• critique de Globe-trotter de David Albahari

    critique de  Globe-trotter de David AlbahariRue du Glouton, rue du Grizzli, rue du Bison. La ville de Banff,au cœur des Rocheuses canadiennes, ressemble à un Disneyland, à quelque chose d’artificiel – un truc hors du temps, hors du monde, c’est-à-dire hors des guerres. L’Amérique du Nord, bien calée dans les starting-blocks de l’avenir, ignore – ou oublie, c’est pareil – qu’un bout d’Europe, désormais nommée « ex » comme ex-Yougoslavie, était il y a peu de temps encore à feu et à sang. David Albahari est lui aussi un ex. Serbe, juif, bosniaque, il s’est exilé en 1994 à Calgary, Alberta, où il enseigne à l’université. Son quatrième livre traduit en français (un superbe tour de force !) met en scène, dans cette étrange ville de Banff, un peintre (du pays) qui est aussi le narrateur, un écrivain de passage (serbe, juif) et un petit homme gris, né au Canada mais de parents croates. Le trio, plutôt improbable, divague, fait du dérapage contrôlé pseudo-littéraire ou philosophico-railleur.
    Ils dissertent, parfois toutes griffes dehors, sur l’art de créer, leur appartenance à une solitude inéluctable, ou encore sur l’histoire, qui serait une sorte de garce. Ils boivent énormément, se racontent des balivernes qui se révèlent toutes choses extrêmement sérieuses. Et s’interrogent : y a-t-il de bons et – à l’inverse – de mauvais peuples ?
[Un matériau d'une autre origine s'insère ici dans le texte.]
"""The NumPy implementation of ``osculate.stops.find_stops`` before it moved to Rust.

Kept verbatim (constants, ``find_stops`` and its helpers, as they stood in
``python/osculate/stops.py``) as the reference the kernel is checked against in
``tests/test_stops_kernel.py``. Not imported by the package.
"""

from __future__ import annotations

import numpy as np
import numpy.typing as npt
from osculate.flags import Flag

#: Runs of moving samples at most this long between two stopped runs are bridged.
MERGE_SAMPLES = 2
#: Minimum stop duration, in mean time steps of the track, when none is given.
MIN_STOP_STEPS = 5.0
#: A sample holds a stop's position when it lies within this many noise levels of its centre
#: (for 2-D or 3-D Gaussian noise, |e|/σ exceeds 3 with probability 1.1 % or 2.9 %, the
#: Rayleigh and Maxwell tails: the same significance as the speed test).
HOLD_NOISE = 3.0


def _runs(on: npt.NDArray[np.bool_], code: npt.NDArray[np.intp]) -> tuple[np.ndarray, np.ndarray]:
    """First and last index of each maximal run of ``on`` within one value of ``code``."""
    n = len(on)
    if n == 0:
        return np.zeros(0, np.intp), np.zeros(0, np.intp)
    brk = np.ones(n + 1, bool)
    brk[1:-1] = (on[1:] != on[:-1]) | (code[1:] != code[:-1])
    starts = np.flatnonzero(brk[:-1])
    ends = np.flatnonzero(brk[1:])
    keep = on[starts]
    return starts[keep], ends[keep]


def find_stops(
    t: npt.NDArray[np.float64],
    x: npt.NDArray[np.float64],
    flags: npt.NDArray[np.uint8],
    offsets: npt.NDArray[np.int64],
    noise: npt.NDArray[np.float64],
    min_stop: float | None = None,
) -> tuple[np.ndarray, np.ndarray, np.ndarray]:
    """Stop intervals of tracks stored contiguously (kernel row order).

    Parameters
    ----------
    t, x, flags
        Times, measured positions and flags of every row, tracks contiguous.
    offsets : ndarray of int, shape (m + 1,)
        Row offsets of the tracks.
    noise : ndarray, shape (m,)
        Position noise per track (NaN: unknown).
    min_stop : float, optional
        Shortest stop (time units); default five mean time steps of the track.

    Returns
    -------
    first, last, code : ndarray of int
        Kernel rows of the first and last sample of each stop, and its track number.

    Notes
    -----
    Runs of STOPPED samples (moving gaps of at most two samples bridged) are stops when they last
    at least ``min_stop``. Their ends are then trimmed inwards past samples whose measured
    position lies more than three noise levels from the stop's mean position (the smoothed
    speed reaches zero a moment before the object does), and consecutive stops of a track at
    the same place (centres within that distance) merge. The position test is common practice
    for stay-point detection, here with the radius taken from the estimated noise instead of a
    fixed distance. (Extending the ends over neighbours that stay within the radius was tried and
    dropped: at 5 cm noise and 10 Hz it swallowed the last samples of a braking vehicle still
    moving at 0.6–0.9 m/s.)
    """
    n = len(t)
    counts = np.diff(offsets)
    code = np.repeat(np.arange(len(counts)), counts)
    stopped = (flags & np.uint8(Flag.STOPPED)) != 0
    stopped &= (flags & np.uint8(Flag.INVALID)) == 0
    # Bridge short moving runs between stopped runs of the same track.
    moving_first, moving_last = _runs(~stopped, code)
    inner = (moving_first > 0) & (moving_last < n - 1)
    mf, ml = moving_first[inner], moving_last[inner]
    bridge = (
        (ml - mf + 1 <= MERGE_SAMPLES)
        & stopped[mf - 1]
        & stopped[ml + 1]
        & (code[mf - 1] == code[ml + 1])
    )
    if bridge.any():
        lengths = ml[bridge] - mf[bridge] + 1
        rows = np.repeat(mf[bridge], lengths) + _ramp(lengths)
        stopped[rows] = True
    first, last = _runs(stopped, code)
    first, last = _join_held(x, code, noise, first, last)
    step = np.full(len(counts), np.nan)
    ok = counts > 1
    step[ok] = (t[offsets[1:][ok] - 1] - t[offsets[:-1][ok]]) / (counts[ok] - 1)
    shortest = MIN_STOP_STEPS * step[code[first]] if min_stop is None else float(min_stop)
    long_enough = (t[last] - t[first]) >= shortest
    first, last = first[long_enough], last[long_enough]
    if len(first) == 0:
        return first, last, code[first]
    first, last = _hold(t, x, code, offsets, noise, first, last)
    return first, last, code[first]


def _ramp(lengths: np.ndarray) -> np.ndarray:
    """0..len−1 for each length, concatenated."""
    total = int(lengths.sum())
    starts = np.repeat(np.cumsum(lengths) - lengths, lengths)
    return np.arange(total) - starts


def _centres(x: np.ndarray, first: np.ndarray, last: np.ndarray) -> np.ndarray:
    """Mean finite position of rows ``first[i]..last[i]`` (inf or NaN if the sums overflow)."""
    finite = np.isfinite(x).all(axis=1)
    with np.errstate(over="ignore", invalid="ignore", divide="ignore"):
        cs = np.cumsum(np.where(finite[:, None], x, 0), 0)
        cs = np.concatenate([np.zeros((1, x.shape[1])), cs])
        cn = np.concatenate([[0], np.cumsum(finite)])
        cnt = (cn[last + 1] - cn[first]).astype(float)
        return (cs[last + 1] - cs[first]) / cnt[:, None]  # type: ignore[no-any-return]


def _join_held(
    x: np.ndarray, code: np.ndarray, noise: np.ndarray, first: np.ndarray, last: np.ndarray
) -> tuple[np.ndarray, np.ndarray]:
    """Join consecutive runs of a track that hold one position.

    Runs join when every sample between them, and the centre of the shorter run, lie within
    :data:`HOLD_NOISE` noise levels of the centre of the longer run.

    Inside a stop, a spline's speed can ring just above the significance threshold after an
    abrupt halt, splitting the stop into pieces shorter than the minimum duration; the positions
    show that the object never left.
    """
    if len(first) < 2:
        return first, last
    centre = _centres(x, first, last)
    radius = HOLD_NOISE * noise[code[first]]
    gap_first, gap_last = last[:-1] + 1, first[1:] - 1
    same = code[first[1:]] == code[first[:-1]]
    size = last - first
    ref = np.where(size[1:] > size[:-1], np.arange(1, len(first)), np.arange(len(first) - 1))
    # Largest distance of the rows between run i and i + 1 from the centre of the longer one.
    lengths = np.maximum(gap_last - gap_first + 1, 0)
    rows = np.repeat(gap_first, lengths) + _ramp(lengths)
    owner = np.repeat(np.arange(len(lengths)), lengths)
    d = np.hypot.reduce(x[rows] - centre[ref[owner]], axis=1) if len(rows) else np.zeros(0)
    far = np.zeros(len(lengths), bool)
    np.logical_or.at(far, owner, ~(d <= radius[ref[owner]]))
    apart = np.hypot.reduce(centre[1:] - centre[:-1], axis=1)
    join = np.zeros(len(first), bool)
    join[1:] = same & ~far & (apart <= radius[ref])
    starts = np.flatnonzero(~join)
    return first[starts], np.maximum.reduceat(last, starts)


def _hold(
    t: np.ndarray,
    x: np.ndarray,
    code: np.ndarray,
    offsets: np.ndarray,
    noise: np.ndarray,
    first: np.ndarray,
    last: np.ndarray,
) -> tuple[np.ndarray, np.ndarray]:
    """Trim stop ends to samples that hold the stop's position; merge stops at one place."""
    n = len(t)
    centre = _centres(x, first, last)
    known = HOLD_NOISE * noise[code[first]]
    # Unknown noise: no trimming (every sample holds) and no merging by place.
    radius = np.where(np.isfinite(known), known, np.inf)
    idx = np.arange(n)
    # Every row from a stop's first sample on belongs to that stop (until the next one starts).
    own = np.searchsorted(first, idx, side="right") - 1
    ok = own >= 0
    own = np.maximum(own, 0)
    d = np.hypot.reduce(x - centre[own], axis=1)  # scale-safe
    held = ok & (code[first[own]] == code) & (d <= radius[own])
    next_held = np.minimum.accumulate(np.where(held, idx, n)[::-1])[::-1]
    prev_held = np.maximum.accumulate(np.where(held, idx, -1))
    new_first, new_last = next_held[first], prev_held[last]
    kept = new_first <= new_last
    first, last, centre = new_first[kept], new_last[kept], centre[kept]
    radius = np.where(np.isfinite(known), known, 0.0)[kept]
    if len(first) == 0:
        return first, last
    # Consecutive stops of one track merge when the gap is tiny or the place is the same.
    same_track = code[first[1:]] == code[first[:-1]]
    near = np.hypot.reduce(centre[1:] - centre[:-1], axis=1) <= radius[1:]
    touch = np.zeros(len(first), bool)
    touch[1:] = same_track & ((first[1:] <= last[:-1] + MERGE_SAMPLES + 1) | near)
    starts = np.flatnonzero(~touch)
    return np.minimum.reduceat(first, starts), np.maximum.reduceat(last, starts)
    David Albahari les fait s’enivrer d’élucubrations aussi drôles que fracassantes, entre innocence et identité bousillée, utopie et désespérance. Il prête à leur mal de vivre une écriture proche de la soûlographie. Les phrases sont trompeuses, longues, hantées de réminiscences douloureuses, ponctuées d’insolite, mais elles approchent – et c’est magique – la grâce.
    David Albahari et ses compatriotes Vladimir Tasic (exilé lui aussi au Canada) et Svetislav Basara (1) décrassent la littérature.


    Ils ne craignent ni de dire, ni, surtout, d’inventer une écriture.